Arumugam Jhansi Rani, Karthik Bommannan B K, Kalaiyarasi Jayachandran Perumal, Sundersingh Shirley
Department of Oncopathology, Cancer Institute (WIA), Adyar, Chennai, Tamil Nadu, India.
Department of Medical Oncology, Cancer Institute (WIA), Adyar, Chennai, Tamil Nadu, India.
Indian J Pathol Microbiol. 2021 Apr-Jun;64(2):406-409. doi: 10.4103/IJPM.IJPM_409_20.
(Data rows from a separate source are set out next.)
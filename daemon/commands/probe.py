"""`hourwatch probe --broker HOST:PORT --profile NAME [--seconds N] [--save CAPTURE.jsonl]`:
listen to one device profile's topics and print, per device, how its messages decode and
what the service's cleaning would make of them; with --save, write what it hears as a JSON
Lines log (replay it with `hourwatch replay CAPTURE --bind DEVICE`). Never touches a
journal; safe beside a running service (its own clean session)."""

from __future__ import annotations

import argparse
import os
import threading
from pathlib import Path

from ..config import ENV_PASSWORD, split_address
from ..errors import UserError
from ..probe import ProbeTally, capture_writer, find_profile, listen
from ..profile_files import load_devices, load_profiles


def add(sub: argparse._SubParsersAction[argparse.ArgumentParser]) -> None:
    p = sub.add_parser(
        "probe", help="listen to one device profile's topics and show how they decode"
    )
    p.add_argument("--broker", required=True, metavar="HOST:PORT")
    p.add_argument("--profile", required=True, metavar="NAME", help="device profile name")
    p.add_argument("--profiles", type=Path, default=None, metavar="FOLDER",
                   help="device profile folder (default: the shipped profiles)")  # fmt: skip
    p.add_argument("--seconds", type=float, default=60.0, help="listen this long (default 60)")
    p.add_argument("--save", type=Path, default=None, metavar="CAPTURE.jsonl",
                   help="write every message heard as a JSON Lines log (a new file)")  # fmt: skip
    p.add_argument("--devices", type=Path, default=None, metavar="FILE",
                   help="per-meter calibration file (as the service's devices key)")  # fmt: skip
    p.add_argument("--username", default=None)
    p.add_argument("--password-file", type=Path, default=None,
                   help=f"file holding the password (or set {ENV_PASSWORD})")  # fmt: skip
    p.add_argument("--tls-ca", type=Path, default=None, metavar="FILE",
                   help="CA file: connect with TLS")  # fmt: skip
    p.set_defaults(run=run)


def run(args: argparse.Namespace) -> int:
    try:
        host, port = split_address(args.broker)
    except ValueError as exc:
        raise UserError(f"--broker: {exc}") from None
    if not args.seconds > 0:
        raise UserError("--seconds: must be more than 0")
    profile = find_profile(load_profiles(args.profiles), args.profile)
    password: str | None = os.environ.get(ENV_PASSWORD) or None
    if args.password_file is not None:
        try:
            password = args.password_file.read_text(encoding="utf-8").rstrip("\r\n")
        except OSError as exc:
            raise UserError(f"--password-file: cannot read {args.password_file}: "
                            f"{exc.strerror}") from None  # fmt: skip
    calibration = load_devices(args.devices)
    capture = None
    if args.save is not None:
        try:
            capture = args.save.open("x", encoding="utf-8")  # never over an earlier capture
        except FileExistsError:
            raise UserError(f"--save: {args.save} exists already; name a new file") from None
        except OSError as exc:
            raise UserError(f"--save: cannot write {args.save}: {exc.strerror}") from None
    tally = ProbeTally(profile, capture_writer(capture) if capture else None, calibration)
    stop = threading.Event()
    timer = threading.Timer(args.seconds, stop.set)
    timer.daemon = True

    def ready() -> None:
        timer.start()  # the N seconds count from the subscription, not from the connect
        print(f"probe: subscribed to {profile.subscription} on {host}:{port} for "
              f"{args.seconds:g} s (profile {profile.name}; Ctrl-C prints the summary now)",
              flush=True)  # fmt: skip

    try:
        listen(host, port, profile, tally, stop, username=args.username, password=password,
               ca_file=str(args.tls_ca) if args.tls_ca else None, on_ready=ready)  # fmt: skip
    except KeyboardInterrupt:
        pass
    finally:
        timer.cancel()
        if capture is not None:
            capture.close()
    for line in tally.report():
        print(line)
    if capture is not None:
        print(f"capture: {args.save} (replay it: hourwatch replay {args.save} --profiles "
              f"FOLDER --bind DEVICE[=BED] [--rejects])")  # fmt: skip
    return 0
Acute promyelocytic leukemia (APL) is characterized by reciprocal translocation t(15;17)(q22;q21) and has a favorable prognosis upon immediate recognition and treatment. However, rare cases of APL show a cryptic insertion of retinoic acid receptor alpha (RARA) gene into promyelocytic leukemia (PML) gene which is negative both by fluorescence in situ hybridization (FISH) and conventional cytogenetics (CC). Morphology, cytochemistry and flow cytometry play a key role in early identification of such cases. Polymerase chain reaction (PCR) remains the most efficient diagnostic modality for detection of cryptic APL and other variants. It is important to identify these cases as they show beneficial response to retinoids and favourable prognosis. We herein present a rare case of cryptic APL negative by FISH and conventional cytogenetics but positive for PML-RARA by PCR.
急性早幼粒细胞白血病(APL)的特征是15号和17号染色体相互易位t(15;17)(q22;q21),一旦得到及时诊断和治疗,其预后良好。然而,罕见的APL病例显示维甲酸受体α(RARA)基因隐匿性插入早幼粒细胞白血病(PML)基因,荧光原位杂交(FISH)和传统细胞遗传学(CC)检测均为阴性。形态学、细胞化学和流式细胞术在这类病例的早期识别中起关键作用。聚合酶链反应(PCR)仍然是检测隐匿性APL及其他变异型最有效的诊断方法。识别这些病例很重要,因为它们对维甲酸治疗有良好反应且预后良好。我们在此报告一例罕见的隐匿性APL病例,FISH和传统细胞遗传学检测均为阴性,但PCR检测PML-RARA为阳性。